Return each line in the records below that includes "Pipeline".
%%
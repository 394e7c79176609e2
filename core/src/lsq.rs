//! The load/store queue and the memory stage.
//!
//! Loads and stores take an entry at dispatch, in program order. Per cycle the
//! memory stage (a) lets each load whose address is ready either take its
//! data from the youngest older store that covers it (forwarding), wait for an
//! older store that overlaps it only partly to write the cache, or access the
//! L1D, retrying after a refusal once the memory side has changed; and (b)
//! sends the oldest committed store to the L1D. A load's entry is freed when it
//! retires; a store's entry only once it has written the cache.

use crate::observer::{Observer, StructSet};
use crate::pipeline::{Pipeline, Structure};
use crate::ring::Ring;
use crate::rob::NOT_YET;
use overlap_mem::{AccessKind, AccessOutcome, Level, Refusal, Request};

/// Where a load is in its life.
#[derive(Clone, Copy, Debug, PartialEq, Eq)]
pub(crate) enum LoadState {
    /// In a station, not issued.
    Waiting,
    /// Address generation finishes at this cycle; then the access.
    Agu(u64),
    /// Must access the cache at the next opportunity.
    Access,
    /// Refused by the L1D; retries when the memory side changes (`stamp` differs).
    Refused(Refusal, u64),
    /// Waits for the older store with this index to write the cache.
    StoreWrite(u64),
    /// Waits for the data of the older store with this index, to forward it.
    StoreData(u64),
    /// Data comes from an older store.
    Forwarded,
    /// Accepted by the cache; data comes from this level.
    InFlight(Level),
}

#[derive(Clone, Copy, Debug)]
pub(crate) struct LoadEntry {
    pub seq: u64,
    pub addr: u64,
    pub size: u8,
    pub pc: u64,
    /// Stores with a smaller index are older than this load.
    pub older_stores: u64,
    pub state: LoadState,
}

#[derive(Clone, Copy, Debug)]
pub(crate) struct StoreEntry {
    pub seq: u64,
    pub addr: u64,
    pub size: u8,
    pub pc: u64,
    /// Cycle at which the address is known (`NOT_YET` before issue).
    pub addr_at: u64,
    /// Cycle at which the data is known (`NOT_YET` until its producer has issued).
    pub data_at: u64,
    /// Cycle at which the cache has the data (`NOT_YET` until known).
    pub written_at: u64,
    /// Refused by the L1D when sent; retries when the memory side changes.
    pub refused: Option<(Refusal, u64)>,
    /// Coalesced into the in-flight write of this (older) store to the same line.
    pub merged_into: Option<u64>,
}

/// The store queue with its commit and send pointers:
/// `head <= sent <= committed <= tail`.
#[derive(Debug)]
pub(crate) struct StoreQueue {
    pub ring: Ring<StoreEntry>,
    /// Stores below this index have retired.
    pub committed: u64,
    /// Stores below this index have been accepted by the cache.
    pub sent: u64,
}

/// The structure a refusal charges: a locked cache or the miss registers.
fn note_refusal(set: &mut StructSet, why: Refusal) {
    match why {
        Refusal::Locked => set.insert(Structure::LOCKUP),
        Refusal::MshrsBusy | Refusal::TargetsFull => set.insert(Structure::MSHR),
        Refusal::PortsBusy => {}
    }
}

fn overlaps(a: u64, asz: u8, b: u64, bsz: u8) -> bool {
    a < b + u64::from(bsz) && b < a + u64::from(asz)
}

fn covers(store: u64, ssz: u8, load: u64, lsz: u8) -> bool {
    store <= load && load + u64::from(lsz) <= store + u64::from(ssz)
}

impl<O: Observer> Pipeline<'_, O> {
    /// Whether disambiguation lets the load with queue index `li` issue at `now`.
    pub(crate) fn load_may_issue(&self, li: u64, now: u64) -> bool {
        let load = self.lq.get(li);
        let perfect = self.cfg.core.disambiguation == crate::config::Disambiguation::Perfect;
        (self.sq.ring.head..load.older_stores).all(|si| {
            let s = self.sq.ring.get(si);
            s.addr_at <= now || (perfect && !overlaps(s.addr, s.size, load.addr, load.size))
        })
    }

    /// Free store-queue entries whose data has reached the cache.
    pub(crate) fn retire_written_stores(&mut self, now: u64) {
        while self.sq.ring.head < self.sq.sent
            && self.sq.ring.get(self.sq.ring.head).written_at <= now
        {
            self.sq.ring.pop();
            self.active = true;
        }
    }

    /// The memory stage: loads access the L1D (or forward), then the oldest
    /// committed store is sent.
    pub(crate) fn memory_stage(&mut self, now: u64) {
        self.resolve_store_data();
        let mut waiting = StructSet::EMPTY;
        let mut i = 0;
        while i < self.pending_loads.len() {
            let li = self.pending_loads[i];
            if self.try_load(li, now) {
                self.pending_loads.remove(i);
            } else {
                if let LoadState::Refused(why, _) = self.lq.get(li).state {
                    note_refusal(&mut waiting, why);
                }
                i += 1;
            }
        }
        self.send_store(now);
        if self.sq.sent < self.sq.committed
            && let Some((why, _)) = self.sq.ring.get(self.sq.sent).refused
        {
            note_refusal(&mut waiting, why);
        }
        self.mem_waiting = waiting;
    }

    /// Stores whose address is generated complete once the time their data is
    /// ready is known (its producer has issued, or its load has its data).
    fn resolve_store_data(&mut self) {
        let mut i = 0;
        while i < self.pending_store_data.len() {
            let seq = self.pending_store_data[i];
            let e = self.rob.get(seq);
            let ready = self.rename.ready_at(e.srcs[1]);
            if ready == NOT_YET {
                i += 1;
                continue;
            }
            let si = e.lsq;
            let s = self.sq.ring.get_mut(si);
            s.data_at = ready;
            let done = ready.max(s.addr_at);
            self.pending_store_data.swap_remove(i);
            self.finish(seq, done);
        }
    }

    /// Try to make progress on one load; true when it no longer needs the stage.
    fn try_load(&mut self, li: u64, now: u64) -> bool {
        let load = *self.lq.get(li);
        match load.state {
            LoadState::Agu(at) if at > now => return false,
            LoadState::Refused(_, stamp) if stamp == self.mem_gen => return false,
            LoadState::StoreWrite(si) if self.sq.ring.head <= si => return false,
            LoadState::StoreData(si)
                if self.sq.ring.head <= si && self.sq.ring.get(si).data_at > now =>
            {
                return false;
            }
            LoadState::Agu(_)
            | LoadState::Access
            | LoadState::Refused(..)
            | LoadState::StoreData(_) => {
                // The youngest older store that overlaps decides: it forwards when it
                // covers the load and its data is there, it makes the load wait for its
                // data when it covers it, and for its write to the cache otherwise.
                for si in (self.sq.ring.head..load.older_stores).rev() {
                    let s = *self.sq.ring.get(si);
                    if !overlaps(s.addr, s.size, load.addr, load.size) {
                        continue;
                    }
                    debug_assert!(
                        s.addr_at <= now,
                        "disambiguation let a load pass an unknown store"
                    );
                    let state = if !covers(s.addr, s.size, load.addr, load.size) {
                        LoadState::StoreWrite(si)
                    } else if s.data_at <= now {
                        let ready = now + u64::from(self.cfg.core.forward_cycles);
                        self.lq.get_mut(li).state = LoadState::Forwarded;
                        self.finish(load.seq, ready);
                        return true;
                    } else {
                        LoadState::StoreData(si)
                    };
                    if self.lq.get(li).state != state {
                        self.lq.get_mut(li).state = state;
                        self.active = true;
                    }
                    return false;
                }
            }
            LoadState::StoreWrite(_) => {}
            LoadState::Waiting | LoadState::Forwarded | LoadState::InFlight(_) => return true,
        }
        let req = Request {
            id: load.seq,
            kind: AccessKind::Load,
            addr: load.addr,
            size: load.size,
            pc: load.pc,
        };
        match self.mem.access(now, req) {
            Ok(acc) => {
                self.active = true;
                self.lq.get_mut(li).state = LoadState::InFlight(acc.source);
                if let Some(ready) = acc.ready_at {
                    self.finish(load.seq, ready);
                }
                debug_assert!(acc.ready_at.is_some() || acc.outcome != AccessOutcome::Hit);
                true
            }
            Err(why) => {
                self.obs.refusal(now, load.seq, why);
                let state = if why == Refusal::PortsBusy {
                    LoadState::Access
                } else {
                    LoadState::Refused(why, self.mem_gen)
                };
                if self.lq.get(li).state != state {
                    self.active = true;
                }
                self.lq.get_mut(li).state = state;
                false
            }
        }
    }

    fn send_store(&mut self, now: u64) {
        if self.sq.sent >= self.sq.committed {
            return;
        }
        let si = self.sq.sent;
        let s = *self.sq.ring.get(si);
        if let Some((_, stamp)) = s.refused
            && stamp == self.mem_gen
        {
            return;
        }
        // Store coalescing: a store to the line that the store just before it is
        // still writing joins that write instead of asking the cache again
        // (common practice for store buffers; it spares miss-register targets).
        if si > self.sq.ring.head {
            let line = u64::from(self.cfg.l1d.line_bytes);
            let prev = *self.sq.ring.get(si - 1);
            let last_byte = s.addr + u64::from(s.size) - 1;
            let same_line = prev.addr / line == s.addr / line && last_byte / line == s.addr / line;
            if same_line && prev.written_at > now {
                let e = self.sq.ring.get_mut(si);
                e.merged_into = Some(prev.merged_into.unwrap_or(prev.seq));
                e.written_at = prev.written_at;
                e.refused = None;
                self.sq.sent += 1;
                self.active = true;
                return;
            }
        }
        let req = Request {
            id: s.seq,
            kind: AccessKind::Store,
            addr: s.addr,
            size: s.size,
            pc: s.pc,
        };
        match self.mem.access(now, req) {
            Ok(acc) => {
                self.active = true;
                let e = self.sq.ring.get_mut(si);
                e.refused = None;
                e.written_at = acc.ready_at.unwrap_or(NOT_YET);
                self.sq.sent += 1;
            }
            Err(why) => {
                self.obs.refusal(now, s.seq, why);
                if why == Refusal::PortsBusy {
                    // Retry next cycle; the reason of an earlier refusal no longer holds.
                    self.sq.ring.get_mut(si).refused = None;
                    self.active = true;
                } else {
                    let e = self.sq.ring.get_mut(si);
                    if e.refused.map(|r| r.0) != Some(why) {
                        self.active = true;
                    }
                    e.refused = Some((why, self.mem_gen));
                }
            }
        }
    }

    /// A store's write reached the cache (a miss completed).
    pub(crate) fn store_written(&mut self, seq: u64, cycle: u64) {
        for si in self.sq.ring.head..self.sq.sent {
            let e = self.sq.ring.get_mut(si);
            if e.seq == seq || e.merged_into == Some(seq) {
                e.written_at = cycle;
            }
        }
    }
}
%%
* **FINISHED TASK**
use crate::pipeline::{Pipeline, Structure};
impl<O: Observer> Pipeline<'_, O> {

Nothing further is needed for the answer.